ACTIVITY:
Transcribe exactly each line of the entries, from the opening line to the line with "use crate::chain::Chain;", with both of those lines included.

SOURCE MATERIAL:
╭──

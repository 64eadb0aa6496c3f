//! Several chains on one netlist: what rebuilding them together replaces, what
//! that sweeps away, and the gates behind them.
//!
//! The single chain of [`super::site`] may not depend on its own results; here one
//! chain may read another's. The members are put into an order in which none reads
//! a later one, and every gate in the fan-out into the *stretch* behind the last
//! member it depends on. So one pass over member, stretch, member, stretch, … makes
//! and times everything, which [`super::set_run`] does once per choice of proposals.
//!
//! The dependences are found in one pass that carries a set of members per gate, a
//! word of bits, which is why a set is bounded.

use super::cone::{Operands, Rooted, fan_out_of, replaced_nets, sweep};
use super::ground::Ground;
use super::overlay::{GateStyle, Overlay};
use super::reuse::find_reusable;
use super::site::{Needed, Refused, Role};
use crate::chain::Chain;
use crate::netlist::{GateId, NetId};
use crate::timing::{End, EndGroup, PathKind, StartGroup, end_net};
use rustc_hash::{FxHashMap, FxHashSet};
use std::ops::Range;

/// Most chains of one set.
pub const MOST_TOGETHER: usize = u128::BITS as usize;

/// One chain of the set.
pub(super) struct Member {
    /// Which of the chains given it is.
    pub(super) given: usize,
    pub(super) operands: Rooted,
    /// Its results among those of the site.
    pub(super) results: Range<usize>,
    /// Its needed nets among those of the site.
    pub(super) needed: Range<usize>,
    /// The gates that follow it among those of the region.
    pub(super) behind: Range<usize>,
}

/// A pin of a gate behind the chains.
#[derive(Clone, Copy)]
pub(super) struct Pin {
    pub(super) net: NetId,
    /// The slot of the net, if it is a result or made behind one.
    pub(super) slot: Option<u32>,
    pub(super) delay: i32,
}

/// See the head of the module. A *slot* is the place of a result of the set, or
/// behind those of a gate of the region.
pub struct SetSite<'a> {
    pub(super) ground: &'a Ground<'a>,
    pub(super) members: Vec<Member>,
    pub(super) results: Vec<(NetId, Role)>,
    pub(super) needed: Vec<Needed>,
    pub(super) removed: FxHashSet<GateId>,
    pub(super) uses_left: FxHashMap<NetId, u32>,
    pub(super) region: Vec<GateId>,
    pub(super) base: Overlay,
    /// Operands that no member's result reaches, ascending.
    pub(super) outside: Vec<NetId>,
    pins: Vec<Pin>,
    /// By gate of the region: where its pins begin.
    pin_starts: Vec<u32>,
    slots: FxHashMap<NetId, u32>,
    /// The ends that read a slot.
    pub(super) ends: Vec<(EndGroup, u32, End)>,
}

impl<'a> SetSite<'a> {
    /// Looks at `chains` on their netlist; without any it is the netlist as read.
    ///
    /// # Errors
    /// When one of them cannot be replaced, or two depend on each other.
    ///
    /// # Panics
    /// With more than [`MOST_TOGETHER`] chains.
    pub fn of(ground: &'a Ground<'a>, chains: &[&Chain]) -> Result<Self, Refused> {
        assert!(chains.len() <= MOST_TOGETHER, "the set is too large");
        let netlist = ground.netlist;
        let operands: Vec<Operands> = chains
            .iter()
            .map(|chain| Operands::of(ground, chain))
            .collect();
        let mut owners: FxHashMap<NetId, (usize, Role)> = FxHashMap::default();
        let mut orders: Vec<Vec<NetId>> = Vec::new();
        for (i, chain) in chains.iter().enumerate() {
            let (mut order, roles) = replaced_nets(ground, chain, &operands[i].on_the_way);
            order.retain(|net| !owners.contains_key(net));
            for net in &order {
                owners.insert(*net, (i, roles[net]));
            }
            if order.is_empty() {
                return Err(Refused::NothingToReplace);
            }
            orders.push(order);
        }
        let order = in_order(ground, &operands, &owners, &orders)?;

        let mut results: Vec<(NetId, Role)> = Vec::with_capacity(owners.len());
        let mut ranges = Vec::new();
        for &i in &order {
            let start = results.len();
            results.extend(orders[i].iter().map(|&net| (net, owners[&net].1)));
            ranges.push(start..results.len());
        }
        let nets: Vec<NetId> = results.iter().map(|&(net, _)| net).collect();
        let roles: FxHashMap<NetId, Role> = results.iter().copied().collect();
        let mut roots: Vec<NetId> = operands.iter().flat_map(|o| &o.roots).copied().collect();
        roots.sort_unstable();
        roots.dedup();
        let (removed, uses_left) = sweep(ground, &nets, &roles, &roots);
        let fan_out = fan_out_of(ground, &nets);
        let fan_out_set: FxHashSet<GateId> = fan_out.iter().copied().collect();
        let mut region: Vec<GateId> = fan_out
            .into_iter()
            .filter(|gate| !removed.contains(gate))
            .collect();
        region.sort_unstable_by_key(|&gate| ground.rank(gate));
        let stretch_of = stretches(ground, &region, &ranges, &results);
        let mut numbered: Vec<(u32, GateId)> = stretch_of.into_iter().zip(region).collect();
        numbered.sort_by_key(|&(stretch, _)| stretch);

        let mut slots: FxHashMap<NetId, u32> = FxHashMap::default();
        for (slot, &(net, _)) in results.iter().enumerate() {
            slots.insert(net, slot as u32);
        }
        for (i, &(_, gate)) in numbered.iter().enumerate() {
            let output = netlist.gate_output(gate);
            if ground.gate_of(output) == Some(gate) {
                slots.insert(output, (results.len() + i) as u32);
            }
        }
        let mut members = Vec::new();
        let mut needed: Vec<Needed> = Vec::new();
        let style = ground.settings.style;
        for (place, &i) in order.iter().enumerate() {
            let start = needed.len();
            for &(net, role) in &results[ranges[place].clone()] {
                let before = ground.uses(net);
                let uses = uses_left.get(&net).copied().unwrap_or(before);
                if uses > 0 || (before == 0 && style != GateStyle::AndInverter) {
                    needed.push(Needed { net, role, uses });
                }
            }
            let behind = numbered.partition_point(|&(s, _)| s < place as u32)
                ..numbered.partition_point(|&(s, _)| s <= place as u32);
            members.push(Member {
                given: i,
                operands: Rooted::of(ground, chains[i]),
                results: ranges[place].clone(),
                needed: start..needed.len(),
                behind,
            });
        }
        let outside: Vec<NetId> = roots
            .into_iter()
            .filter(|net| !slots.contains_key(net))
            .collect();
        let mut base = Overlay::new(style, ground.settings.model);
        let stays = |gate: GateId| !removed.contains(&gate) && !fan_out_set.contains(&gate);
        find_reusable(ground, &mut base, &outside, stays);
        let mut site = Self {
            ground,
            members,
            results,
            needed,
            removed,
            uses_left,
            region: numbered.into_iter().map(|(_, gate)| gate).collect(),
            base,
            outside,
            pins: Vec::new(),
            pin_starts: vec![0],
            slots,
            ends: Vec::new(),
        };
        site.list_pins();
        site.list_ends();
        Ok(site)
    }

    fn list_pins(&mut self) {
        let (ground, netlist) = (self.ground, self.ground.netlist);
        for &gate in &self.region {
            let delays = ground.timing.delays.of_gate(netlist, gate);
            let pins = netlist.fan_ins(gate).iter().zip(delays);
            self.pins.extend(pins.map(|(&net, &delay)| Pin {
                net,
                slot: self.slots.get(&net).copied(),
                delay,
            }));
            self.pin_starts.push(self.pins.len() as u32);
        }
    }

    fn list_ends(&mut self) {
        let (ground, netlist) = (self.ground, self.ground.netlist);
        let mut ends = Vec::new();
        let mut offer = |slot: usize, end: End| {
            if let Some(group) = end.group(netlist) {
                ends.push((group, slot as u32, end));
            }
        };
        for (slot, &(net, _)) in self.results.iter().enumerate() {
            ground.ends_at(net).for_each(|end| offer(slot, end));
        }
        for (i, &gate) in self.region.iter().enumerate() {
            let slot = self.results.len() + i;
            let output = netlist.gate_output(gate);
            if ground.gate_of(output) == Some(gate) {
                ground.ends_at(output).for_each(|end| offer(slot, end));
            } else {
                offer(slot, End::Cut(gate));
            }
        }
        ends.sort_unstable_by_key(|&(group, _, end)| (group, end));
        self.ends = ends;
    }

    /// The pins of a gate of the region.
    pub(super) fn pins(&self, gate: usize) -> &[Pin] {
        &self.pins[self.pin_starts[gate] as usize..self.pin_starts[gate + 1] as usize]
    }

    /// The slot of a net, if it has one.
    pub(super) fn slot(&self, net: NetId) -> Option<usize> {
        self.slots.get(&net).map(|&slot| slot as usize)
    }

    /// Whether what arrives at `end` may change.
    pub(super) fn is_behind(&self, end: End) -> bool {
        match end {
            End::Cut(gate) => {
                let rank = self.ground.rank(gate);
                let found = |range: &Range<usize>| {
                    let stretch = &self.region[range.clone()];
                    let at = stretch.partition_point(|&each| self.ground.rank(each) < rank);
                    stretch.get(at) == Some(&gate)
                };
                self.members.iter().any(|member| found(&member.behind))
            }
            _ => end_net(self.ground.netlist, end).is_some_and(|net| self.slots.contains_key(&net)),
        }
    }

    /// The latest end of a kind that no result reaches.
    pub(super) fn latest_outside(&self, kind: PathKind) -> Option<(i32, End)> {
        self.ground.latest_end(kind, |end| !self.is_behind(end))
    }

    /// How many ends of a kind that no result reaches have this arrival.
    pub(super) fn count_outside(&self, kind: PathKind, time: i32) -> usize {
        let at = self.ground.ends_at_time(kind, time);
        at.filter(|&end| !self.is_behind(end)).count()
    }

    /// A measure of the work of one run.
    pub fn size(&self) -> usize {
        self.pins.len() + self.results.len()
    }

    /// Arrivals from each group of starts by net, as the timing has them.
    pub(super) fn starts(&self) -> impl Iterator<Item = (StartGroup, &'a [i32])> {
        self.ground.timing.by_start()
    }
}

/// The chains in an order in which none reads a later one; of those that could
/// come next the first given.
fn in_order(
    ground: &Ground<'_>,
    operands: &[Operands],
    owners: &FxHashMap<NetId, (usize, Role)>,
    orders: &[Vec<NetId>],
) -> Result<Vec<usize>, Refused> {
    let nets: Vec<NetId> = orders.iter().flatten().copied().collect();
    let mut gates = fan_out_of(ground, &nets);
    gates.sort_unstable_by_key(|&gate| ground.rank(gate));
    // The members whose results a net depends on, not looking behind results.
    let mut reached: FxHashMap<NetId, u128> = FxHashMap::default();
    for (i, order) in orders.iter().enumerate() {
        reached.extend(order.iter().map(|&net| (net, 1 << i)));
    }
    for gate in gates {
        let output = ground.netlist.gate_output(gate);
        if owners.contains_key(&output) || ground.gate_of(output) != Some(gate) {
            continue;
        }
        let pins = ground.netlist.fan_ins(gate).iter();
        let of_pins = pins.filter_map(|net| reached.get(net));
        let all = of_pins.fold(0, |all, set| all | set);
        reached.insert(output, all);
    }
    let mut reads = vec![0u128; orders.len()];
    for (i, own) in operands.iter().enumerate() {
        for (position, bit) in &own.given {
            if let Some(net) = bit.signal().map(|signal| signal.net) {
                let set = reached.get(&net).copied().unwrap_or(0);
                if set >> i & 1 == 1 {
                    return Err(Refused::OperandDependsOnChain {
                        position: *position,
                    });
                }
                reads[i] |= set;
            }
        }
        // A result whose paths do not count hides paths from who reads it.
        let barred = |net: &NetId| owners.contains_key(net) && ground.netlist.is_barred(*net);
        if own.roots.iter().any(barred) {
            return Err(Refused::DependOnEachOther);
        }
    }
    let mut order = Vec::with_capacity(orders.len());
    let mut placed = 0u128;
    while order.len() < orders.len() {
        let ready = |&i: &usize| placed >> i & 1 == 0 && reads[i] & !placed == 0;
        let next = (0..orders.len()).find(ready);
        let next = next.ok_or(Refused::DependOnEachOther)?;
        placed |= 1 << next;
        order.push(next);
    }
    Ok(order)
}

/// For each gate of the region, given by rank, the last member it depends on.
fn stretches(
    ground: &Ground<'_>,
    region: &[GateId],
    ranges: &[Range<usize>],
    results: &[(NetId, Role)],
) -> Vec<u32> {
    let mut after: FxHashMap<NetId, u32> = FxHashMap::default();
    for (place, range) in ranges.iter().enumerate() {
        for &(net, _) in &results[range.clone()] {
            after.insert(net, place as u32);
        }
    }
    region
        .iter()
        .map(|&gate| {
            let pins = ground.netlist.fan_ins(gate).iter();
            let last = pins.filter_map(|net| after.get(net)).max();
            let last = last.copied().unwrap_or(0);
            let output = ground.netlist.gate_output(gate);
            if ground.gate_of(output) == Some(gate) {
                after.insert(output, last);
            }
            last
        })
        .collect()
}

╰──

WORKED SOLUTION:
repository 64eadb0aa6496c3f
//! Several chains on one netlist: what rebuilding them together replaces, what
//! that sweeps away, and the gates behind them.
//!
//! The single chain of [`super::site`] may not depend on its own results; here one
//! chain may read another's. The members are put into an order in which none reads
//! a later one, and every gate in the fan-out into the *stretch* behind the last
//! member it depends on. So one pass over member, stretch, member, stretch, … makes
//! and times everything, which [`super::set_run`] does once per choice of proposals.
//!
//! The dependences are found in one pass that carries a set of members per gate, a
//! word of bits, which is why a set is bounded.

use super::cone::{Operands, Rooted, fan_out_of, replaced_nets, sweep};
use super::ground::Ground;
use super::overlay::{GateStyle, Overlay};
use super::reuse::find_reusable;
use super::site::{Needed, Refused, Role};
use crate::chain::Chain;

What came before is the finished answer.